[Collected data entries]
######

fn summarise(index: usize, layer: &Layer, o: &StatObject, word: SummaryWord, data: LayerData) -> Result<LayerData, Errors> {
    let name = word.word();
    let s = summary_of(word, o.p);
    if let Some(p) = o.p {
        if !(0.0..=1.0).contains(&p) {
            return Err(err(index, "stat.p", "stat.bad_option", "`p` must be between 0 and 1"));
        }
    }
    let interval = o.interval.filter(|_| FITTED).map(interval_of);
    let mut data = data;
    booleans_as_numbers(&mut data, Channel::Y);
    let y = need_numeric(index, &data, Channel::Y, &format!("a `{name}` summary"))?;
    let keys = x_and_group_keys(&data);
    let groups = group_rows(&data, &keys);
    let bounds_in_y = matches!(layer.draw, Geometry::Range | Geometry::Segment | Geometry::Band) && interval.is_some();
    let mut out = Out::new();
    for (key, rows) in &groups {
        if data.get(Channel::X).is_some() && key[0].is_none() {
            continue;
        }
        let ys = nums_of(y, rows);
        let v = s.of(&ys);
        let iv = interval.and_then(|iv| iv.of(&ys));
        let (lo, hi) = (iv.map(|b| b.0), iv.map(|b| b.1));
        if bounds_in_y {
            out.row(rows[0], &[(Channel::Y, lo), (Channel::YEnd, hi), (Channel::Estimate, v), (Channel::Count, Some(ys.len() as f64))]);
        } else if interval.is_some() {
            out.row(rows[0], &[(Channel::Y, v), (Channel::YLow, lo), (Channel::YHigh, hi), (Channel::Count, Some(ys.len() as f64))]);
        } else {
            out.row(rows[0], &[(Channel::Y, v)]);
        }
    }
    let time = if y_is_time(y) && !matches!(s, summary::Summary::Count | summary::Summary::StandardDeviation) {
        vec![Channel::Y, Channel::YEnd, Channel::YLow, Channel::YHigh, Channel::Estimate]
    } else {
        vec![]
    };
    let title = format!("{name} of {}", name_of(&data, Channel::Y));
    Ok(out.finish(&data, &keys, &time, &[(Channel::Y, title)]))
}
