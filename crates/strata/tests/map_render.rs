//! Maps through the whole pipeline: every projection over awkward shapes
//! (poles, the seam, degenerate rings, every geometry type) draws finite
//! geometry, an aria-label per region and the warnings it should.

use strata::{render, RenderOptions};

const SHAPES: &str = r#"[
  {"type": "Feature", "properties": {"name": "across"}, "geometry": {"type": "Polygon", "coordinates": [[[170,-20],[-170,-20],[-170,20],[170,20],[170,-20]]]}},
  {"type": "Feature", "properties": {"name": "cap"}, "geometry": {"type": "Polygon", "coordinates": [[[-180,-70],[-90,-70],[0,-70],[90,-70],[-180,-70]]]}},
  {"type": "Feature", "properties": {"name": "pole"}, "geometry": {"type": "Polygon", "coordinates": [[[0,90],[10,80],[20,80],[0,90]]]}},
  {"type": "Feature", "properties": {"name": "flat"}, "geometry": {"type": "Polygon", "coordinates": [[[5,5],[5,5],[5,5],[5,5]]]}},
  {"type": "Feature", "properties": {"name": "holed"}, "geometry": {"type": "Polygon", "coordinates": [[[-40,-10],[-10,-10],[-10,20],[-40,20],[-40,-10]],[[-30,0],[-20,0],[-20,10],[-30,10],[-30,0]]]}},
  {"type": "Feature", "properties": {"name": "lines"}, "geometry": {"type": "MultiLineString", "coordinates": [[[-179,0],[179,1]],[[0,-90],[0,90]]]}},
  {"type": "Feature", "properties": {"name": "points"}, "geometry": {"type": "MultiPoint", "coordinates": [[180,0],[-180,90]]}},
  {"type": "Feature", "properties": {"name": "mixed"}, "geometry": {"type": "GeometryCollection", "geometries": [{"type": "Point", "coordinates": [1,1]}, {"type": "MultiPolygon", "coordinates": [[[[100,40],[120,40],[120,60],[100,60],[100,40]]]]}]}}
]"#;

#[test]
fn every_projection_draws_awkward_shapes_finitely() {
    for proj in ["equal_earth", "mercator", "equirectangular", "albers", "lambert_conformal", "lambert_equal_area", "orthographic", "transverse_mercator"] {
        for (center, fit) in [("[0, 0]", "shapes"), ("[150, -60]", "data"), ("[-180, 90]", "shapes")] {
            let spec = format!(
                r#"{{ "data": {{ "rows": [ {{"k": "across", "v": 1, "lon": 180, "lat": -90}}, {{"k": "holed", "v": 5, "lon": 10, "lat": 10}}, {{"k": "nowhere", "v": 2, "lon": 0, "lat": 0}} ] }},
                  "shapes": {{ "key": "name", "features": {SHAPES} }},
                  "coords": {{ "kind": "map", "projection": "{proj}", "center": {center}, "fit": "{fit}", "graticule": 20, "rotate": 15 }},
                  "layers": [ {{ "draw": "region", "key": "k", "color": "v" }}, {{ "draw": "point", "x": "lon", "y": "lat", "size": "v" }} ],
                  "scales": {{ "color": {{ "kind": "steps", "breaks": "quantile", "count": 3 }} }},
                  "size": {{ "width": 500, "height": 300 }} }}"#
            );
            let r = render(&spec, None, &RenderOptions::default()).unwrap_or_else(|e| panic!("{proj} {center}: {e}"));
            assert!(r.scene.non_finite().is_empty(), "{proj} {center}: {:?}", r.scene.non_finite());
            assert!(r.svg.contains("fill-rule=\"evenodd\""), "{proj} {center}: regions drawn");
            assert_eq!(r.warnings.iter().filter(|w| w.code == "map.unmatched").count(), 1, "{proj} {center}");
            // Each drawn region names itself (the far side of a globe is not drawn).
            assert!(r.svg.contains("aria-label=\"shape: across") || r.svg.contains("aria-label=\"shape: holed"), "{proj} {center}: a region names itself");
            // ... and has a tooltip (a hover title) though the layer lists no `tooltip` columns.
            assert_eq!(r.svg.matches("role=\"graphics-symbol\" aria-label=\"shape: ").count(), r.svg.matches("><title>shape: ").count(), "{proj} {center}");
            if r.svg.contains("aria-label=\"shape: holed") {
                assert!(r.svg.contains("><title>shape: holed, color: 5, key: holed"), "{proj} {center}: a region's tooltip");
            }
        }
    }
}

#[test]
fn points_draw_big_under_small() {
    let spec = r#"{ "data": { "rows": [ {"lon": 0, "lat": 0, "n": 1}, {"lon": 1, "lat": 1, "n": 100}, {"lon": 2, "lat": 0, "n": 10} ] },
      "coords": { "kind": "map", "fit": "data" },
      "layers": [ { "draw": "point", "x": "lon", "y": "lat", "size": "n" } ] }"#;
    let r = render(spec, None, &RenderOptions::default()).unwrap();
    let radii: Vec<f64> = r
        .scene
        .children
        .iter()
        .flat_map(|n| n.marks())
        .filter_map(|m| match m {
            strata::scene::Node::Circle { r, .. } => Some(*r),
            _ => None,
        })
        .collect();
    assert_eq!(radii.len(), 3);
    assert!(radii.windows(2).all(|w| w[0] >= w[1]), "drawn biggest first: {radii:?}");
    // Area, not radius, follows the value: r grows as the square root.
    assert!((radii[0] / radii[1] - 10f64.sqrt()).abs() < 1e-9, "{radii:?}");
    assert!((radii[1] / radii[2] - 10f64.sqrt()).abs() < 1e-9, "{radii:?}");
}

// `shapes.sha256` (FIPS 180-4, as for data): the right digest passes, a
// wrong one refuses the shapes; a url with no bytes says so.
#[test]
fn shapes_sha256_and_missing_bytes() {
    let geo = br#"{"type":"FeatureCollection","features":[{"type":"Feature","properties":{"n":"a"},"geometry":{"type":"Point","coordinates":[1,2]}}]}"#;
    let digest = strata::data::sha256_hex(geo);
    let spec = |sha: &str| {
        strata::parse_spec(&format!(r#"{{ "shapes": {{ "url": "s.geojson", "key": "n", "sha256": "{sha}" }}, "layers": [ {{ "draw": "region" }} ] }}"#))
            .unwrap()
    };
    let bytes = Some(strata::DataBytes { bytes: geo, name: "s.geojson" });
    assert!(strata::load_shapes(&spec(&digest), bytes).unwrap().is_some());
    let e = strata::load_shapes(&spec(&"0".repeat(64)), bytes).unwrap_err();
    assert_eq!(e.0[0].code, "shapes.sha256_mismatch");
    let e = strata::load_shapes(&spec(&digest), None).unwrap_err();
    assert_eq!(e.0[0].code, "shapes.missing");
}
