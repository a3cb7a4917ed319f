//! The hostile corpus (tests/hostile/engine.jsonl, written by
//! tests/hostile/make_corpus.py): specs and data an attacker or a careless
//! author might hand the engine, each with its expected outcome, a located
//! error code or a chart (issue 16). Every case runs in a thread with a 2 MB
//! stack, as a page's engine would have little stack; a panic fails the case
//! by name. Every chart is also checked: no character XML 1.0 forbids, no
//! `url(`, no markup from the data, within the output budget; every error
//! message is short.

use serde_json::Value;
use std::path::PathBuf;
use strata::{DataBytes, RenderOptions};

fn corpus() -> Vec<Value> {
    let p = PathBuf::from(env!("CARGO_MANIFEST_DIR")).join("../../tests/hostile/engine.jsonl");
    std::fs::read_to_string(p).unwrap().lines().filter(|l| !l.trim().is_empty()).map(|l| serde_json::from_str(l).unwrap()).collect()
}

/// Expand the corpus templates: `@repeat(N,TEXT)@`, `"@layers(N)@"` (N
/// point layers), `@count(N)@` (the lines 0 to N-1) and `@pairs(N)@` (lines `k,ck`).
pub fn expand(s: &str) -> String {
    let mut out = String::new();
    let mut rest = s;
    loop {
        let next = ["@repeat(", "\"@layers(", "@count(", "@pairs("].iter().filter_map(|m| rest.find(m).map(|i| (i, *m))).min();
        let Some((i, marker)) = next else { break };
        out.push_str(&rest[..i]);
        let after = &rest[i + marker.len()..];
        match marker {
            "@repeat(" => {
                let comma = after.find(',').unwrap();
                let n: usize = after[..comma].parse().unwrap();
                let body = &after[comma + 1..];
                let end = body.find(")@").unwrap();
                out.push_str(&body[..end].repeat(n));
                rest = &body[end + 2..];
            }
            "\"@layers(" => {
                let end = after.find(")@\"").unwrap();
                let n: usize = after[..end].parse().unwrap();
                let one = r#"{"draw":"point","x":"a","y":"b"}"#;
                out.push('[');
                out.push_str(&vec![one; n].join(","));
                out.push(']');
                rest = &after[end + 3..];
            }
            _ => {
                let end = after.find(")@").unwrap();
                let n: usize = after[..end].parse().unwrap();
                for k in 0..n {
                    out.push_str(&if marker == "@count(" { format!("{k}\n") } else { format!("{k},c{k}\n") });
                }
                rest = &after[end + 2..];
            }
        }
    }
    out.push_str(rest);
    out
}

fn xml_forbidden(c: char) -> bool {
    ((c as u32) < 0x20 && !matches!(c, '\t' | '\n' | '\r')) || c == '\u{fffe}' || c == '\u{ffff}'
}

/// Run one case; `Err` says what went wrong.
fn run(case: &Value) -> Result<(), String> {
    let spec_text = match case.get("spec_text") {
        Some(t) => expand(t.as_str().unwrap()),
        None => expand(&case["spec"].to_string()),
    };
    let data = case.get("data").map(|d| expand(d.as_str().unwrap()));
    let name = case.get("data_name").and_then(Value::as_str).unwrap_or("d.csv").to_string();
    let expect = case["expect"].clone();
    let warning = case.get("warning").and_then(Value::as_str).map(str::to_string);
    let outcome = std::thread::Builder::new()
        .stack_size(2 << 20)
        .spawn(move || {
            let data = data.as_ref().map(|d| DataBytes { bytes: d.as_bytes(), name: &name });
            strata::render(&spec_text, data, &RenderOptions::default())
        })
        .unwrap()
        .join()
        .map_err(|_| "panicked".to_string())?;
    match (&expect, outcome) {
        (Value::String(s), Ok(r)) if s == "chart" => {
            if let Some(c) = r.svg.chars().chain(r.table.chars()).find(|c| xml_forbidden(*c)) {
                return Err(format!("output has U+{:04X}, which XML 1.0 forbids", c as u32));
            }
            for bad in ["url(", "<script", "<!--", "<svg onload", "<x>"] {
                if r.svg.contains(bad) || r.table.contains(bad) {
                    return Err(format!("output contains `{bad}`"));
                }
            }
            if r.svg.len() > strata::budget::MAX_SVG_BYTES {
                return Err(format!("{} bytes of SVG", r.svg.len()));
            }
            if let Some(w) = warning {
                if !r.warnings.iter().any(|d| d.code == w) {
                    return Err(format!("no warning {w}: {:?}", r.warnings.iter().map(|d| &d.code).collect::<Vec<_>>()));
                }
            }
            Ok(())
        }
        (Value::String(_), Err(e)) => Err(format!("expected a chart, got {}", short(&e.to_string()))),
        (Value::Object(o), Err(e)) => {
            let code = o["error"].as_str().unwrap();
            let path = o["path"].as_str().unwrap();
            for d in &e.0 {
                let text = d.to_string();
                if text.len() > 10_000 {
                    return Err(format!("a message of {} bytes ({})", text.len(), d.code));
                }
            }
            if e.0.iter().any(|d| (code.is_empty() || d.code == code) && d.at.path.starts_with(path)) {
                Ok(())
            } else {
                Err(format!("expected {code} at {path}, got {}", short(&format!("{:?}", e.0.iter().map(|d| (&d.code, &d.at.path)).collect::<Vec<_>>()))))
            }
        }
        (Value::Object(o), Ok(_)) => Err(format!("expected {} at {}, but it drew", o["error"], o["path"])),
        _ => Err("bad case".into()),
    }
}

fn short(s: &str) -> String {
    s.chars().take(300).collect()
}

#[test]
fn the_hostile_corpus_has_its_expected_outcomes() {
    let cases = corpus();
    assert!(cases.len() >= 150, "{} cases", cases.len());
    let mut failures = Vec::new();
    let only = std::env::var("STRATA_HOSTILE_ONLY").ok();
    for c in &cases {
        let name = c["name"].as_str().unwrap();
        if only.as_deref().is_some_and(|o| !name.contains(o)) {
            continue;
        }
        let t0 = std::time::Instant::now();
        let r = run(c);
        if std::env::var_os("STRATA_HOSTILE_TIMES").is_some() {
            eprintln!("{:>8.3} s  {name}", t0.elapsed().as_secs_f64());
        }
        if let Err(e) = r {
            failures.push(format!("[{}] {}: {e}", c["category"].as_str().unwrap(), c["name"].as_str().unwrap()));
        }
    }
    assert!(failures.is_empty(), "{} of {} cases failed:\n{}", failures.len(), cases.len(), failures.join("\n"));
}

#[test]
fn templates_expand() {
    assert_eq!(expand("a@repeat(3, + a)@!"), "a + a + a + a!");
    assert_eq!(expand("@repeat(2,()@x@repeat(2,))@"), "((x))");
    assert_eq!(expand(r#"{"layers":"@layers(2)@"}"#), r#"{"layers":[{"draw":"point","x":"a","y":"b"},{"draw":"point","x":"a","y":"b"}]}"#);
    assert_eq!(expand("n\n@count(3)@"), "n\n0\n1\n2\n");
    assert_eq!(expand("n,c\n@pairs(2)@"), "n,c\n0,c0\n1,c1\n");
}
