//! Arrow IPC (file and stream formats) read straight from the wire: the
//! message headers through the format's generated flatbuffer bindings
//! (`arrow_ipc::gen`, re-exported at the crate's root), the column buffers
//! by the code below. No Arrow array code is reachable from here, which
//! keeps the page's Arrow add-on (`strata-wasm-arrow`) small.
//!
//! Every column is normalised to one of the table's types: signed and unsigned integers widen to
//! integers (UInt64 with values past i64::MAX becomes numbers); Float16/32
//! and Decimal128 become numbers; Utf8, LargeUtf8, Utf8View, null columns
//! and dictionary-encoded columns become text (or whatever their dictionary
//! values normalise to); Date32 and Date64 become dates; timestamps of any
//! unit become milliseconds (seconds scale up, micro- and nanoseconds round
//! toward negative infinity; a zone needs no shift, Arrow stores instants in
//! UTC). Other types (binary, lists, structs, durations, times of day,
//! decimals of other widths) are left out with a warning naming the column.
//!
//! Buffer layouts follow the Arrow columnar format's IPC chapter: one field
//! node per field in pre-order, and per field its buffers in order
//! (validity first). Every length and offset is checked against the bytes
//! there are, so damaged input is an error, never a panic.

use super::columns::{retype, unique_names};
use super::table::{Column, Ints, TextBuilder};
use super::{Nums, ReadOptions, Table};
use crate::error::{Diagnostic, Errors};
use arrow_ipc as fb;

fn invalid(msg: impl Into<String>) -> Errors {
    Diagnostic::error("data.arrow_invalid", format!("the Arrow IPC data is damaged: {}", msg.into()))
        .with_hint("check that the file is a complete Arrow IPC file or stream")
        .into()
}

fn header_error(e: impl std::fmt::Display) -> Errors {
    invalid(format!("a message header is not valid ({e})"))
}

fn read_u32(b: &[u8], pos: usize) -> Option<u32> {
    b.get(pos..pos + 4).map(|s| u32::from_le_bytes([s[0], s[1], s[2], s[3]]))
}

/// A type Strata reads, as the column's values are laid out.
#[derive(Clone, Copy, Debug, PartialEq)]
enum Val {
    Null,
    Bool,
    Int {
        bytes: usize,
        signed: bool,
    },
    /// Float16, Float32 or Float64 (2, 4 or 8 bytes).
    Float(usize),
    Decimal128 {
        scale: i32,
    },
    /// Date32 (days) or Date64 (milliseconds).
    Date {
        millis: bool,
    },
    /// Timestamp: how many of its units make a millisecond (negative: that
    /// many milliseconds make a unit).
    Timestamp {
        per_ms: i64,
    },
    /// Utf8 (4-byte offsets) or LargeUtf8 (8-byte offsets).
    Utf8 {
        offset: usize,
    },
    Utf8View,
}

######

Look over the entries above. Copy every line that contains the word "super".

use super::columns::{retype, unique_names};
use super::table::{Column, Ints, TextBuilder};
use super::{Nums, ReadOptions, Table};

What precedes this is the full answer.